Top of Given information
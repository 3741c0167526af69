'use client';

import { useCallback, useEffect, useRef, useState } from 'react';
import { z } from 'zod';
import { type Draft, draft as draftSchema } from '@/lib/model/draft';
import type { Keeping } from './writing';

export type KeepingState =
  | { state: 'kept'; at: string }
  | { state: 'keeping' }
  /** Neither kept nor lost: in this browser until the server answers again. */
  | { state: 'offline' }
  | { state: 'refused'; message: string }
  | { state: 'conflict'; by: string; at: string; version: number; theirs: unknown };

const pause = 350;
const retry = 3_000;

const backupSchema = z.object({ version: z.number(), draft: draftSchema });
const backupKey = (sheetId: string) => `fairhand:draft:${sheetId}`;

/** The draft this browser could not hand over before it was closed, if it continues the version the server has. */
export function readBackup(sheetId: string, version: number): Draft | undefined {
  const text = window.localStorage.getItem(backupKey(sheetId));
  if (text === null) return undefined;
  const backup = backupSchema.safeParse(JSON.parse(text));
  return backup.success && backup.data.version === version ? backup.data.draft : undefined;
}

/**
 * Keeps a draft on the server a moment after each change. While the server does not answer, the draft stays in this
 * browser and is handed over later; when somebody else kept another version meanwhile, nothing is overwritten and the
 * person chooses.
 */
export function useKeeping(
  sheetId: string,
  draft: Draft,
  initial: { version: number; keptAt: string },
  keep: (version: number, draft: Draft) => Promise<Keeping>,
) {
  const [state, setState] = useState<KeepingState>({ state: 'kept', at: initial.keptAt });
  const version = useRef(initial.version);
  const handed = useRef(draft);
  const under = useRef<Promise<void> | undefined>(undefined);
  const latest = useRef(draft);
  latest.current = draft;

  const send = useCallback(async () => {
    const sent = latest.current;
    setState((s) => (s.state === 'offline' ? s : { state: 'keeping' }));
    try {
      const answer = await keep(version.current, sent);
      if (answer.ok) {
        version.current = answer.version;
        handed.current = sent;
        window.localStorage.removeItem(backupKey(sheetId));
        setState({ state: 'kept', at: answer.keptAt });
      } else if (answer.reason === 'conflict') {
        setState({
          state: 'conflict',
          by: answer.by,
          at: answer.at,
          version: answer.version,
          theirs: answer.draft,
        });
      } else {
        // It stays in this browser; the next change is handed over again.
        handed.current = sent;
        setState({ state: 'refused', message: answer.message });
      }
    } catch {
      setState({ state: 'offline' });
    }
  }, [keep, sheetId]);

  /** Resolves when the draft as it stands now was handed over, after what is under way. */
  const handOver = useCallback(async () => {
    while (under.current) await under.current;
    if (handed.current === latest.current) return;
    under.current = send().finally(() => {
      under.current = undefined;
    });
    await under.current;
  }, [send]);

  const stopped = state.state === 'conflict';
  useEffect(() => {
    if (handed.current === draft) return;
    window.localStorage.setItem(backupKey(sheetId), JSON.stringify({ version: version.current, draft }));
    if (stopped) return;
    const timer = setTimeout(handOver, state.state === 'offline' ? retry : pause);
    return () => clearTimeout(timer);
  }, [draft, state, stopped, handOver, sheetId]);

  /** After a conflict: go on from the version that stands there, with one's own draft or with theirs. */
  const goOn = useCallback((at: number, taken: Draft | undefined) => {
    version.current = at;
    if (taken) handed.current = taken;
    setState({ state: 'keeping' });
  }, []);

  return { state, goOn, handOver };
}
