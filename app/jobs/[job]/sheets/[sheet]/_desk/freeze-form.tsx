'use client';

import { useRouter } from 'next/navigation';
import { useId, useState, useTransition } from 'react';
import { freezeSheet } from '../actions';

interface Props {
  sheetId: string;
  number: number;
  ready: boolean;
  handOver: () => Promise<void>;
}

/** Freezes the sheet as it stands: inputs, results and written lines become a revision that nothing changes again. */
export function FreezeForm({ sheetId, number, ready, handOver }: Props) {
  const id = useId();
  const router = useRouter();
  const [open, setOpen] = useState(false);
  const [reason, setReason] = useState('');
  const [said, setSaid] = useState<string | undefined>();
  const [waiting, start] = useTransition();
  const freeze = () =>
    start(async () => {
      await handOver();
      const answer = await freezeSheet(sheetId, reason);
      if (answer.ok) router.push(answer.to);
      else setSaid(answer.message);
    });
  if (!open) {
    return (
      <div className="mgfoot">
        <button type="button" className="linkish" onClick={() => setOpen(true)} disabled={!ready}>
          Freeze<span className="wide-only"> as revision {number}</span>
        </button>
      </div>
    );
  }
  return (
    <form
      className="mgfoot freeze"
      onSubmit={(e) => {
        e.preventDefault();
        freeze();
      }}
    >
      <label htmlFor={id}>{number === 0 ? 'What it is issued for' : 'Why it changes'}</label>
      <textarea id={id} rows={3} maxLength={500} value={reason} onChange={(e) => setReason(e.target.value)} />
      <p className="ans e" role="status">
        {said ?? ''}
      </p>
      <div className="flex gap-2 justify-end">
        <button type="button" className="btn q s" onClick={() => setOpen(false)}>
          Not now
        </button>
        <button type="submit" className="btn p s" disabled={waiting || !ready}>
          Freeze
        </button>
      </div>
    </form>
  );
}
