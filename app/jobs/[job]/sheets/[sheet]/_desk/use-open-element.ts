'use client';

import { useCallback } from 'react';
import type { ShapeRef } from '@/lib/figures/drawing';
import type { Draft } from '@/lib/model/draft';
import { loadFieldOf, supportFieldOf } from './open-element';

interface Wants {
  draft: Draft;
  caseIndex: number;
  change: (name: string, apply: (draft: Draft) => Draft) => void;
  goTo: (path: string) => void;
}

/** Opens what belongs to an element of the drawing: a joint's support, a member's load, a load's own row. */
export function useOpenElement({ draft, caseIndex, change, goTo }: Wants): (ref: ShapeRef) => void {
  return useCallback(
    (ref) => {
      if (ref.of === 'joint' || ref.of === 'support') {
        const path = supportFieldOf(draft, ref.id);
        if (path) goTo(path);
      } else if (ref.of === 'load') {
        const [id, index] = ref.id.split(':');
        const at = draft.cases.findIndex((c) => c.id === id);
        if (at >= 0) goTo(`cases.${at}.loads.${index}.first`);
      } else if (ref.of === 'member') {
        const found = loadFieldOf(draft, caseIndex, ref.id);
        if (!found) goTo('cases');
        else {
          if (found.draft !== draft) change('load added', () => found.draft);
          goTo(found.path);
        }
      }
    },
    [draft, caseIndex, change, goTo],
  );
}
Bottom of Given information
• [About this task] The expected result is every line above containing the string "onClick".

• [Exercise solution]
        <button type="button" className="linkish" onClick={() => setOpen(true)} disabled={!ready}>
        <button type="button" className="btn q s" onClick={() => setOpen(false)}>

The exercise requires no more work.